Task: Write out every entry exactly as it appears.

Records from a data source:

════════════════

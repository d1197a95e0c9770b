export { jaro, jaroWinkler, commonPrefixLength, WINKLER_PREFIX_SCALE, WINKLER_MAX_PREFIX } from './jaroWinkler.ts';
export { buildIdfTable, idfTableFromFrequencies, smoothedIdf, type IdfTable } from './idfTable.ts';
export {
  softTfIdf,
  softTfIdfExplained,
  SOFT_TFIDF_DEFAULT_THRESHOLD,
  type SoftTfIdfOptions,
  type SoftTfIdfMatch,
  type SoftTfIdfResult,
} from './softTfIdf.ts';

════════════════

Completed task:
repository d1197a95e0c9770b
export { jaro, jaroWinkler, commonPrefixLength, WINKLER_PREFIX_SCALE, WINKLER_MAX_PREFIX } from './jaroWinkler.ts';
export { buildIdfTable, idfTableFromFrequencies, smoothedIdf, type IdfTable } from './idfTable.ts';
export {
  softTfIdf,
  softTfIdfExplained,
  SOFT_TFIDF_DEFAULT_THRESHOLD,
  type SoftTfIdfOptions,
  type SoftTfIdfMatch,
  type SoftTfIdfResult,
} from './softTfIdf.ts';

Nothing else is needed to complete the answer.